Species richness estimation

This is a basic workflow for feeding species occurrence data, a group’s taxonomy, and a group’s country checklist into BeeBDC in order to produce species richness estimates. Some of these functions are also generic wrappers around SpadeR and iNEXT functions that can be used with any abundance data. These functions have grown from an original publication.

Script preparation

Working directory

Choose the path to the root folder in which all other folders can be found.

RootPath <- paste0("/your/path/here")

# Create the working directory in the RootPath if it doesn't exist already
if (!dir.exists(paste0(RootPath, "/Data_acquisition_workflow"))) {
    dir.create(paste0(RootPath, "/Data_acquisition_workflow"), recursive = TRUE)
}
# Set the working directory
setwd(paste0(RootPath, "/Data_acquisition_workflow"))

Install packages (if needed)

You may need to install some packages for using this workflow. In particular, SpadeR and iNEXT are required.
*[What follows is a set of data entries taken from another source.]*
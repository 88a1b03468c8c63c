import type { LimitFacts } from './limit-facts.ts';
import type { LimitsFound } from './limit.ts';

/**
 * The limits of a wine in a market, mg/L. What is unknown is taken at its strictest, and said.
 *
 * @param facts sugar in g/L, density in kg/L
 */
export function limitsFor(facts: LimitFacts): LimitsFound {
  return { none: { region: facts.region ?? 'oiv', product: 'still', reason: 'not-on-file' }, notes: [] };
}
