import { assertBetween } from '../bounds.ts';
import type { Limit } from './limit.ts';

/** mg/L below a limit that are kept for the method: its reproducibility of total SO2 (own round figure). */
export const KEPT_FOR_METHOD_mg_L = 15;

/** How SO2 stands to its limit; `near` is within 15 mg/L below it, or within what is kept for bottling too. */
export type LimitStanding = 'over' | 'near' | 'within';

/** Two sums of the same figures may differ by a hair; no reading does. */
const HAIR = 1e-9;

/**
 * How total or free SO2 stands to a limit, by the operator of the law: `<=` lets the figure itself pass, `<` does not.
 *
 * @param SO2_mg_L predicted, mg/L, 0 or more
 * @param kept_mg_L room below the limit that counts as near it, mg/L
 * @throws RangeError for NaN, infinities and negative values
 *
 * Source of the 15 mg/L: own threshold.
 *
 * @example
 * ```ts
 * checkLimit(150, { limit_mg_L: 150, operator: '<=' }) // => 'near'
 * checkLimit(150.1, { limit_mg_L: 150, operator: '<=' }) // => 'over'
 * checkLimit(346.5, { limit_mg_L: 346.5, operator: '<' }) // => 'over'
 * checkLimit(134, { limit_mg_L: 150, operator: '<=' }) // => 'within'
 * ```
 */
export function checkLimit(
  SO2_mg_L: number,
  { limit_mg_L, operator }: Pick<Limit, 'limit_mg_L' | 'operator'>,
  kept_mg_L = KEPT_FOR_METHOD_mg_L,
): LimitStanding {
  assertBetween('check a limit', 'SO2_mg_L', SO2_mg_L, 0);
  const hair_mg_L = HAIR * limit_mg_L;
  const passes = operator === '<=' ? SO2_mg_L <= limit_mg_L + hair_mg_L : SO2_mg_L < limit_mg_L - hair_mg_L;
  if (!passes) return 'over';
  return SO2_mg_L >= limit_mg_L - kept_mg_L ? 'near' : 'within';
}
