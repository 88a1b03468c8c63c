import type { Style } from '../wine.ts';
import type { LawTextKey } from './law-texts.ts';
import type { Region } from './region.ts';

/** What kind of drink a row is for. A still wine of grapes is `still`; `alcohol-free` is wine without its alcohol. */
export type LimitProduct =
  | 'still'
  | 'quality-sparkling'
  | 'other-sparkling'
  | 'fortified'
  | 'cider'
  | 'mead'
  | 'fruit-wine'
  | 'alcohol-free';

/** From whom the figure was learnt. Only `memory` makes a row unconfirmed. */
export type Checked =
  'law-text' | 'law-copy' | 'agency' | 'foreign-agency' | 'trade-guide' | 'secondary' | 'memory';

/** `read`: the figure was seen in the named source; `unconfirmed`: from memory, so it never makes a dose smaller. */
export type Confidence = 'read' | 'unconfirmed';

/** Whether the row may be used. Anything but `in-force` is told as a note and never compared with. */
export type RowStatus = 'in-force' | 'repealed' | 'other-unit' | 'not-found' | 'second-value';

/** The unit that the law has its figure in. */
export type LimitUnit = 'mg/L' | 'ppm' | 'mg/kg' | 'g/kg' | 'g/L' | 'mg/dm3' | 'ppm added';

/** Sugar in g/L of the basis that the law names; the ends as the text has them. */
export interface SugarBand {
  readonly from_g_L?: number;
  /** Whether the lower end is in the band; absent with no lower end. */
  readonly fromIncluded?: boolean;
  readonly to_g_L?: number;
  readonly toIncluded?: boolean;
  readonly basis: 'reducing-substances' | 'glucose-fructose' | 'residual-sugar' | 'total-sugar' | 'sugar';
}

/** What opens a row beside colour and sugar; it is said of a wine and never inferred. */
export type Designation =
  | 'sweet-300' // a class of sweet wines, by the figure that the law gives without organic rules
  | 'sweet-350'
  | 'sweet-400'
  | 'national-pdo'
  | 'national-pdo-dry'
  | 'national-pdo-other'
  | 'dry'
  | 'sweet'
  | 'bulk-export'
  | 'made-with-organic';

/** A row of the table of limits: which wine it is for, the figure as the law has it, and how we know. */
export interface LimitRow {
  readonly id: string;
  readonly region: Region;
  readonly products: readonly LimitProduct[];
  /** Absent: any colour. */
  readonly styles?: readonly Style[];
  readonly sugar?: SugarBand;
  readonly designation?: Designation;
  readonly organic?: true;
  /** `combined` is compared with the total, which is the stricter reading; `added` forbids the addition. */
  readonly of: 'total' | 'free' | 'combined' | 'added';
  readonly operator: '<=' | '<';
  /** Absent where the figure was not found. */
  readonly value?: number;
  readonly unit: LimitUnit;
  /** The most that a declared year may add, mg/L. */
  readonly uplift_mg_L?: number;
  readonly text: LawTextKey;
  readonly provision?: string;
  readonly version?: string;
  readonly checked: Checked;
  readonly status: RowStatus;
  /** Another value that is told elsewhere, or what else the text leaves open. */
  readonly note?: LimitNoteId;
}

/** What the reply may have to say about a row; the sentences are the locales'. */
export type LimitNoteId =
  | 'recommends-only' // the code recommends, it does not bind
  | 'other-value-told' // another figure is told elsewhere
  | 'boundary-open' // the text leaves the very boundary open, the stricter side was taken
  | 'boundary-told-otherwise' // the page that was read has the other side of the boundary
  | 'dry-undefined' // the text says dry and sweet without a figure
  | 'band-misprinted' // the sheet prints the band the wrong way round
  | 'by-reference' // the reference was read, the figure is the one referred to
  | 'derived' // two figures that were read, subtracted
  | 'combined-as-total' // the text says combined; it is compared with the total
  | 'from-seven-percent' // for wine of 7 % vol and above
  | 'bulk-has-less' // bulk wine for export has a lower limit
  | 'stacks-on-general'; // the general limit holds beside it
They should prompt you to download them the first time that you run the functions, however, let’s install them here and now.

install.packages("SpadeR")
install.packages("iNEXT")

Parallel estimations

We can start by looking at the relatively simple iNEXT and SpadeR wrapper functions that can take the usual inputs for those functions in their host packages. (See iNEXT::iNEXT() and SpadeR::ChaoSpecies() for more info.) These functions can take your data and run multiple sites/countries/whatever level you want to throw at them and run them in parallel. This greatly simplifies the code needed to run them and also makes its implementation MUCH faster!

iNEXTwrapper

BeeBDC::iNEXTwrapper() parallelizes iNEXT::iNEXT(), which estimates species richness patterns by extrapolating and interpolating Hill numbers. By and large this kinda equates to estimating richness by rarefaction. We can start by reading in an example dataset with 1,488 scientificName-country_suggested combinations across four countries; Fiji, Uganda, Vietnam, and Zambia.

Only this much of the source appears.